→ Given records
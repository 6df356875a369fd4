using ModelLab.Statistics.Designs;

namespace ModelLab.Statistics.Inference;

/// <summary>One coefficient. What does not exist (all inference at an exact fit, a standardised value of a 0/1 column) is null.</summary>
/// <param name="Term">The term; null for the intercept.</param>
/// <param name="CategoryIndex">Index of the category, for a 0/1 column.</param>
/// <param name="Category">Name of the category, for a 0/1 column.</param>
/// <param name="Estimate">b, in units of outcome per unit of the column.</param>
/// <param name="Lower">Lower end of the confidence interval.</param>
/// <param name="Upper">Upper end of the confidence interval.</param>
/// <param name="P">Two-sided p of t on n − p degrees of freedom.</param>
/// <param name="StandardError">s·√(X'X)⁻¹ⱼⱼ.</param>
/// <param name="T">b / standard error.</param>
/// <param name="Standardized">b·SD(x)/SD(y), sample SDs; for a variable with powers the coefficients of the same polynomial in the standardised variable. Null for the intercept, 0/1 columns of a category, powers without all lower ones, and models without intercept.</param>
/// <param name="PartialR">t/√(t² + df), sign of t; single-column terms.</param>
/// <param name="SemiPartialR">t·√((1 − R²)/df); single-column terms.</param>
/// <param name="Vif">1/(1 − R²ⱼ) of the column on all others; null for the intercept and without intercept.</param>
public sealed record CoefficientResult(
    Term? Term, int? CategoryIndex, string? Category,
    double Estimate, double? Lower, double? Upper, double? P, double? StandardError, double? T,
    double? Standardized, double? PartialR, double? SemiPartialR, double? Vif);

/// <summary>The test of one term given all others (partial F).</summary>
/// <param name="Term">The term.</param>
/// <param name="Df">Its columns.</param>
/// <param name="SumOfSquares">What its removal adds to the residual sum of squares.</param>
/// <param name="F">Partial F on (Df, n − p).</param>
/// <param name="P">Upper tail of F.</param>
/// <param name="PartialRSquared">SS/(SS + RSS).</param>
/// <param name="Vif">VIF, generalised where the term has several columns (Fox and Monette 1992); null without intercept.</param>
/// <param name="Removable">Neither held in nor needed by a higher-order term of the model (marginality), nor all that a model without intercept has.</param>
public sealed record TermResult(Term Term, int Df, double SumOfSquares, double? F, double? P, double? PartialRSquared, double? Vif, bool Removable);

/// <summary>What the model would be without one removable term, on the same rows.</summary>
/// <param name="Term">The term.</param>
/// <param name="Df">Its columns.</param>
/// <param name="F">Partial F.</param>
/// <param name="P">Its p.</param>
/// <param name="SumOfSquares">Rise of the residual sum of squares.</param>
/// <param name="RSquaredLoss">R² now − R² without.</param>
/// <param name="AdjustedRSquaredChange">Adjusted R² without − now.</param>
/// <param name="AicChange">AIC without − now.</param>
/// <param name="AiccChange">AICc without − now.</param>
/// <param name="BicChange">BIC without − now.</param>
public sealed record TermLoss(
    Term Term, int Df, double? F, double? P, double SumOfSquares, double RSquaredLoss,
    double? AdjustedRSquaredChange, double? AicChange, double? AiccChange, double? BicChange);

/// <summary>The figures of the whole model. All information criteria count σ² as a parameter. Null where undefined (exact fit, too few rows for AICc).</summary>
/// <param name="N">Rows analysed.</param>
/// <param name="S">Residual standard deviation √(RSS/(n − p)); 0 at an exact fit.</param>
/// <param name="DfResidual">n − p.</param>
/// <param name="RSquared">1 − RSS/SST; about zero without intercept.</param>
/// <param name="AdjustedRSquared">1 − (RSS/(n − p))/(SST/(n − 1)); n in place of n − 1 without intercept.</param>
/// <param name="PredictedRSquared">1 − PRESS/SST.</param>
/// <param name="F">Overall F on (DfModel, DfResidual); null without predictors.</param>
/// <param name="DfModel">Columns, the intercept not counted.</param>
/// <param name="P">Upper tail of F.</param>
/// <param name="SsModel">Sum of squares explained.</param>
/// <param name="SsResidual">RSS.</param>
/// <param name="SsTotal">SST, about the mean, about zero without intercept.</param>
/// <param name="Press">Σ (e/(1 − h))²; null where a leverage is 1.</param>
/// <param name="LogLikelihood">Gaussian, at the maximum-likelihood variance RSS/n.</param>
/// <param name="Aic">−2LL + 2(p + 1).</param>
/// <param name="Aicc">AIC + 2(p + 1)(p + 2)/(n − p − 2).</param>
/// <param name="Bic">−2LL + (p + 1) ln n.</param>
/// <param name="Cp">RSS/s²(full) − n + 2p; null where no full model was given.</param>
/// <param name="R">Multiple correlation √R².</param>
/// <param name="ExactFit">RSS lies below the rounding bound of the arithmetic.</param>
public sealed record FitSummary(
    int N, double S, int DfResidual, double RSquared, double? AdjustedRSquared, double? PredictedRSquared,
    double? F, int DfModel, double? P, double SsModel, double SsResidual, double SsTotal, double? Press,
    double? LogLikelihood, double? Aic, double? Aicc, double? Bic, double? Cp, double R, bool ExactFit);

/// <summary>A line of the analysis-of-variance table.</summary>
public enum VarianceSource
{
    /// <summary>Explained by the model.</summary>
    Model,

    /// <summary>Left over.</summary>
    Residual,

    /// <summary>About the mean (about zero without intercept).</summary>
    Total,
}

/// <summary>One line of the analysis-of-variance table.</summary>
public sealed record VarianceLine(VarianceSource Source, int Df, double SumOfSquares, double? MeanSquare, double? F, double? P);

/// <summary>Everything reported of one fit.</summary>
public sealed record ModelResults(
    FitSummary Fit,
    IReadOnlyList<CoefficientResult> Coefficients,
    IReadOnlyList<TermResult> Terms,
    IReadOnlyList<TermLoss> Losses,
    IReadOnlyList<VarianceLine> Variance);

→ Exercise directions
Taking no liberties, give the material above again in full.

→ Task answer
repository 6df356875a369fd4
using ModelLab.Statistics.Designs;

namespace ModelLab.Statistics.Inference;

/// <summary>One coefficient. What does not exist (all inference at an exact fit, a standardised value of a 0/1 column) is null.</summary>
/// <param name="Term">The term; null for the intercept.</param>
/// <param name="CategoryIndex">Index of the category, for a 0/1 column.</param>
/// <param name="Category">Name of the category, for a 0/1 column.</param>
/// <param name="Estimate">b, in units of outcome per unit of the column.</param>
/// <param name="Lower">Lower end of the confidence interval.</param>
/// <param name="Upper">Upper end of the confidence interval.</param>
/// <param name="P">Two-sided p of t on n − p degrees of freedom.</param>
/// <param name="StandardError">s·√(X'X)⁻¹ⱼⱼ.</param>
/// <param name="T">b / standard error.</param>
/// <param name="Standardized">b·SD(x)/SD(y), sample SDs; for a variable with powers the coefficients of the same polynomial in the standardised variable. Null for the intercept, 0/1 columns of a category, powers without all lower ones, and models without intercept.</param>
/// <param name="PartialR">t/√(t² + df), sign of t; single-column terms.</param>
/// <param name="SemiPartialR">t·√((1 − R²)/df); single-column terms.</param>
/// <param name="Vif">1/(1 − R²ⱼ) of the column on all others; null for the intercept and without intercept.</param>
public sealed record CoefficientResult(
    Term? Term, int? CategoryIndex, string? Category,
    double Estimate, double? Lower, double? Upper, double? P, double? StandardError, double? T,
    double? Standardized, double? PartialR, double? SemiPartialR, double? Vif);

/// <summary>The test of one term given all others (partial F).</summary>
/// <param name="Term">The term.</param>
/// <param name="Df">Its columns.</param>
/// <param name="SumOfSquares">What its removal adds to the residual sum of squares.</param>
/// <param name="F">Partial F on (Df, n − p).</param>
/// <param name="P">Upper tail of F.</param>
/// <param name="PartialRSquared">SS/(SS + RSS).</param>
/// <param name="Vif">VIF, generalised where the term has several columns (Fox and Monette 1992); null without intercept.</param>
/// <param name="Removable">Neither held in nor needed by a higher-order term of the model (marginality), nor all that a model without intercept has.</param>
public sealed record TermResult(Term Term, int Df, double SumOfSquares, double? F, double? P, double? PartialRSquared, double? Vif, bool Removable);

/// <summary>What the model would be without one removable term, on the same rows.</summary>
/// <param name="Term">The term.</param>
/// <param name="Df">Its columns.</param>
/// <param name="F">Partial F.</param>
/// <param name="P">Its p.</param>
/// <param name="SumOfSquares">Rise of the residual sum of squares.</param>
/// <param name="RSquaredLoss">R² now − R² without.</param>
/// <param name="AdjustedRSquaredChange">Adjusted R² without − now.</param>
/// <param name="AicChange">AIC without − now.</param>
/// <param name="AiccChange">AICc without − now.</param>
/// <param name="BicChange">BIC without − now.</param>
public sealed record TermLoss(
    Term Term, int Df, double? F, double? P, double SumOfSquares, double RSquaredLoss,
    double? AdjustedRSquaredChange, double? AicChange, double? AiccChange, double? BicChange);

/// <summary>The figures of the whole model. All information criteria count σ² as a parameter. Null where undefined (exact fit, too few rows for AICc).</summary>
/// <param name="N">Rows analysed.</param>
/// <param name="S">Residual standard deviation √(RSS/(n − p)); 0 at an exact fit.</param>
/// <param name="DfResidual">n − p.</param>
/// <param name="RSquared">1 − RSS/SST; about zero without intercept.</param>
/// <param name="AdjustedRSquared">1 − (RSS/(n − p))/(SST/(n − 1)); n in place of n − 1 without intercept.</param>
/// <param name="PredictedRSquared">1 − PRESS/SST.</param>
/// <param name="F">Overall F on (DfModel, DfResidual); null without predictors.</param>
/// <param name="DfModel">Columns, the intercept not counted.</param>
/// <param name="P">Upper tail of F.</param>
/// <param name="SsModel">Sum of squares explained.</param>
/// <param name="SsResidual">RSS.</param>
/// <param name="SsTotal">SST, about the mean, about zero without intercept.</param>
/// <param name="Press">Σ (e/(1 − h))²; null where a leverage is 1.</param>
/// <param name="LogLikelihood">Gaussian, at the maximum-likelihood variance RSS/n.</param>
/// <param name="Aic">−2LL + 2(p + 1).</param>
/// <param name="Aicc">AIC + 2(p + 1)(p + 2)/(n − p − 2).</param>
/// <param name="Bic">−2LL + (p + 1) ln n.</param>
/// <param name="Cp">RSS/s²(full) − n + 2p; null where no full model was given.</param>
/// <param name="R">Multiple correlation √R².</param>
/// <param name="ExactFit">RSS lies below the rounding bound of the arithmetic.</param>
public sealed record FitSummary(
    int N, double S, int DfResidual, double RSquared, double? AdjustedRSquared, double? PredictedRSquared,
    double? F, int DfModel, double? P, double SsModel, double SsResidual, double SsTotal, double? Press,
    double? LogLikelihood, double? Aic, double? Aicc, double? Bic, double? Cp, double R, bool ExactFit);

/// <summary>A line of the analysis-of-variance table.</summary>
public enum VarianceSource
{
    /// <summary>Explained by the model.</summary>
    Model,

    /// <summary>Left over.</summary>
    Residual,

    /// <summary>About the mean (about zero without intercept).</summary>
    Total,
}

/// <summary>One line of the analysis-of-variance table.</summary>
public sealed record VarianceLine(VarianceSource Source, int Df, double SumOfSquares, double? MeanSquare, double? F, double? P);

/// <summary>Everything reported of one fit.</summary>
public sealed record ModelResults(
    FitSummary Fit,
    IReadOnlyList<CoefficientResult> Coefficients,
    IReadOnlyList<TermResult> Terms,
    IReadOnlyList<TermLoss> Losses,
    IReadOnlyList<VarianceLine> Variance);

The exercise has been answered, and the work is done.